• Work task
Return, word for word, only the lines from the one containing "def select_for_rerun(outcomes: Mapping[str, RunOutcome]" through the last line of the entries.

• Data for this task
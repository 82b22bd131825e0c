"""Dispatch stage: render an input deck per chosen point, run the costly solver, record outcomes.

Each point gets a run folder named by a stable id (:func:`point_run_id`) holding its rendered
decks and a manifest (:func:`render_run`). :func:`dispatch` runs the solver on every
:class:`~winnow.tasks.records.RunSpec` through a runner (:func:`make_runner`: local
processes, a Dask cluster or a batch scheduler) with a timeout per attempt, retries and a
concurrency limit, and returns one :class:`~winnow.tasks.records.RunOutcome` per spec.

Nothing finished is lost or repeated:

- every finished run journals ``winnow-outcome.json`` in its run folder (atomically), and a
  later dispatch of the same spec with the same key returns that success instead of running
  again (resume after a killed flow; :func:`scan_run_folders` lists the journal);
- ``known_successes`` maps run keys already successful elsewhere (e.g. in a store revision) to
  a label: those runs are not run again and their outcome names the label in ``reused_from``;
- :func:`select_for_rerun` lists the runs to run again.

This module never imports Prefect; :mod:`winnow.flows.dispatch` wraps it in a flow.

Examples
--------
>>> from winnow.tasks.dispatch import DeckSpec, render_run, dispatch   # doctest: +SKIP
>>> spec = render_run({"k": 1.5e-4}, point_index=12, weight=0.1, run_root="runs",
...                   decks=DeckSpec(["input.dat.j2"]), command=["solver", "{deck}"],
...                   template_root="templates")                      # doctest: +SKIP
>>> outcomes = dispatch([spec], runner="local", timeout=3600, retries=1)  # doctest: +SKIP
"""

from __future__ import annotations

from collections.abc import Callable, Iterable, Mapping, Sequence
from pathlib import Path
from typing import Any

from winnow.tasks.records import RunOutcome, RunSpec

from ._decks import (
    DeckSpec,
    format_number,
    point_run_id,
    render_run,
    run_key,
)
from ._folders import MANIFEST_NAME, OUTCOME_NAME, DeckError, read_manifest
from ._process import (
    DEFAULT_TAIL_BYTES,
    RunOptions,
    execute_run,
    outcome_from_dict,
    outcome_to_dict,
    read_outcome,
    run_one,
    write_outcome,
)
from ._runners import BatchRunner, DaskRunner, LocalRunner, Runner, make_runner

__all__ = [
    "DEFAULT_TAIL_BYTES",
    "MANIFEST_NAME",
    "OUTCOME_NAME",
    "RERUN_STATES",
    "BatchRunner",
    "DaskRunner",
    "DeckError",
    "DeckSpec",
    "LocalRunner",
    "RunOptions",
    "Runner",
    "dispatch",
    "execute_run",
    "format_number",
    "make_runner",
    "outcome_from_dict",
    "outcome_to_dict",
    "plan_dispatch",
    "point_run_id",
    "read_manifest",
    "read_outcome",
    "render_run",
    "run_key",
    "run_one",
    "scan_run_folders",
    "select_for_rerun",
    "write_outcome",
]

#: States whose runs :func:`select_for_rerun` picks.
RERUN_STATES: tuple[str, ...] = ("failed", "timed_out", "output_missing", "not_run")


def _validate_specs(specs: Any) -> list[RunSpec]:
    if isinstance(specs, RunSpec):
        raise TypeError("specs must be a list of RunSpec, got a single RunSpec")
    specs = list(specs)
    bad = [type(s).__name__ for s in specs if not isinstance(s, RunSpec)]
    if bad:
        raise TypeError(f"specs must all be RunSpec, got {bad[0]}")
    seen: dict[str, RunSpec] = {}
    for s in specs:
        if s.run_id in seen:
            raise ValueError(f"run_id {s.run_id!r} appears twice in specs")
        seen[s.run_id] = s
    dirs = [Path(s.run_dir).absolute() for s in specs]
    if len(set(dirs)) != len(dirs):
        raise ValueError("two specs share one run folder")
    return specs


def plan_dispatch(
    specs: Iterable[RunSpec],
    *,
    known_successes: Mapping[str, str] | None = None,
    resume: bool = True,
) -> tuple[dict[str, RunOutcome], list[RunSpec]]:
    """Split specs into those already done and those to run.

    A spec is done when its run folder journals a success under the same key (``resume``),
    or when its key is in ``known_successes`` (the outcome is then ``succeeded`` with
    ``reused_from`` set to the label, and is journalled in the run folder).

    Returns
    -------
    done : dict of run_id to RunOutcome
    todo : list of RunSpec
        In the order given.
    """
    specs = _validate_specs(specs)
    known = dict(known_successes or {})
    bad = [k for k, v in known.items() if not isinstance(k, str) or not isinstance(v, str)]
    if bad:
        raise TypeError(f"known_successes must map run keys (str) to labels (str), got {bad[0]!r}")
    done: dict[str, RunOutcome] = {}
    todo: list[RunSpec] = []
    for spec in specs:
        if resume:
            journalled = read_outcome(spec.run_dir)
            if (
                journalled is not None
                and journalled.state == "succeeded"
                and journalled.key == spec.key
            ):
                done[spec.run_id] = journalled
                continue
        if spec.key in known:
            outcome = RunOutcome(
                run_id=spec.run_id,
                key=spec.key,
                state="succeeded",
                attempts=(),
                run_dir=Path(spec.run_dir),
                message=f"not run again: a run with the same key succeeded in {known[spec.key]}",
                reused_from=known[spec.key],
            )
            if Path(spec.run_dir).is_dir():
                try:
                    write_outcome(outcome)
                except OSError:
                    pass  # the journal is a convenience here; the label already records it
            done[spec.run_id] = outcome
            continue
        todo.append(spec)
    return done, todo


def dispatch(
    specs: Iterable[RunSpec],
    *,
    runner: Runner | str | Mapping[str, Any] | None = "local",
    known_successes: Mapping[str, str] | None = None,
    on_outcome: Callable[[RunOutcome], Any] | None = None,
    concurrency: int | None = None,
    timeout: float | None = None,
    retries: int = 0,
    retry_delay: float = 0.0,
    env: Mapping[str, str] | None = None,
    cwd: Path | str | None = None,
    outputs: Sequence[str] = (),
    tail_bytes: int = DEFAULT_TAIL_BYTES,
    check_output: Callable[[Path], str | None] | None = None,
    kill_grace: float = 5.0,
    resume: bool = True,
) -> list[RunOutcome]:
    """Run the solver for every spec and return one outcome per spec, in order.

    Parameters
    ----------
    specs : iterable of RunSpec
        From :func:`render_run`; run ids and folders must be distinct.
    runner : Runner, str or dict
        A runner, or a config value for :func:`make_runner` (``"local"``,
        ``{"dask": {...}}``, ``{"batch": {...}}``).
    known_successes : dict of str to str, optional
        Run key -> label of where its success is recorded; such runs are not run again.
    on_outcome : callable, optional
        Called with each outcome as it is known (reused and resumed ones first, then each run
        as it finishes), in the calling thread.
    concurrency : int, optional
        Runs at once when ``runner`` is a config value; default 1 (costly solvers usually
        use every core themselves).
    timeout, retries, retry_delay, env, cwd, outputs, tail_bytes, check_output, kill_grace
        As in :func:`run_one`.
    resume : bool
        Return a journalled success with the same key instead of running again.

    Returns
    -------
    list of RunOutcome
        One per spec (``succeeded``, ``failed``, ``timed_out``, ``output_missing`` or
        ``not_run``); a failure of one run never stops the others.
    """
    specs = _validate_specs(specs)
    options = RunOptions(
        timeout=timeout,
        retries=retries,
        retry_delay=retry_delay,
        env=env,
        cwd=cwd,
        outputs=tuple(outputs),
        tail_bytes=tail_bytes,
        check_output=check_output,
        kill_grace=kill_grace,
    )
    if on_outcome is not None and not callable(on_outcome):
        raise TypeError(f"on_outcome must be callable, got {on_outcome!r}")
    if not isinstance(runner, Runner):
        runner = make_runner(runner, concurrency=1 if concurrency is None else concurrency)
    done, todo = plan_dispatch(specs, known_successes=known_successes, resume=resume)
    if on_outcome is not None:
        for spec in specs:
            if spec.run_id in done:
                on_outcome(done[spec.run_id])
    ran = runner.run(todo, options, on_outcome=on_outcome)
    done.update({o.run_id: o for o in ran})
    return [done[s.run_id] for s in specs]


def scan_run_folders(run_root: Path | str) -> dict[str, RunOutcome]:
    """Outcomes journalled under ``run_root``, keyed by run id (for resume and rerun).

    Folders without a readable ``winnow-outcome.json`` (never run, half-written, killed
    mid-run) are left out; temporary folders of an interrupted render are ignored.
    """
    root = Path(run_root)
    if not root.is_dir():
        raise FileNotFoundError(f"run_root {root} is not a folder")
    found: dict[str, RunOutcome] = {}
    for child in sorted(root.iterdir()):
        if child.name.startswith(".") or not child.is_dir() or child.is_symlink():
            continue
        outcome = read_outcome(child)
        if outcome is not None and outcome.run_id == child.name:
            found[child.name] = outcome
    return found


def select_for_rerun(outcomes: Mapping[str, RunOutcome] | Iterable[RunOutcome]) -> list[str]:
    """Run ids whose state is failed, timed_out, output_missing or not_run, in given order."""
    items = list(outcomes.values()) if isinstance(outcomes, Mapping) else list(outcomes)
    bad = [type(o).__name__ for o in items if not isinstance(o, RunOutcome)]
    if bad:
        raise TypeError(f"outcomes must be RunOutcome records, got {bad[0]}")
    return [o.run_id for o in items if o.state in RERUN_STATES]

• Written reply
def select_for_rerun(outcomes: Mapping[str, RunOutcome] | Iterable[RunOutcome]) -> list[str]:
    """Run ids whose state is failed, timed_out, output_missing or not_run, in given order."""
    items = list(outcomes.values()) if isinstance(outcomes, Mapping) else list(outcomes)
    bad = [type(o).__name__ for o in items if not isinstance(o, RunOutcome)]
    if bad:
        raise TypeError(f"outcomes must be RunOutcome records, got {bad[0]}")
    return [o.run_id for o in items if o.state in RERUN_STATES]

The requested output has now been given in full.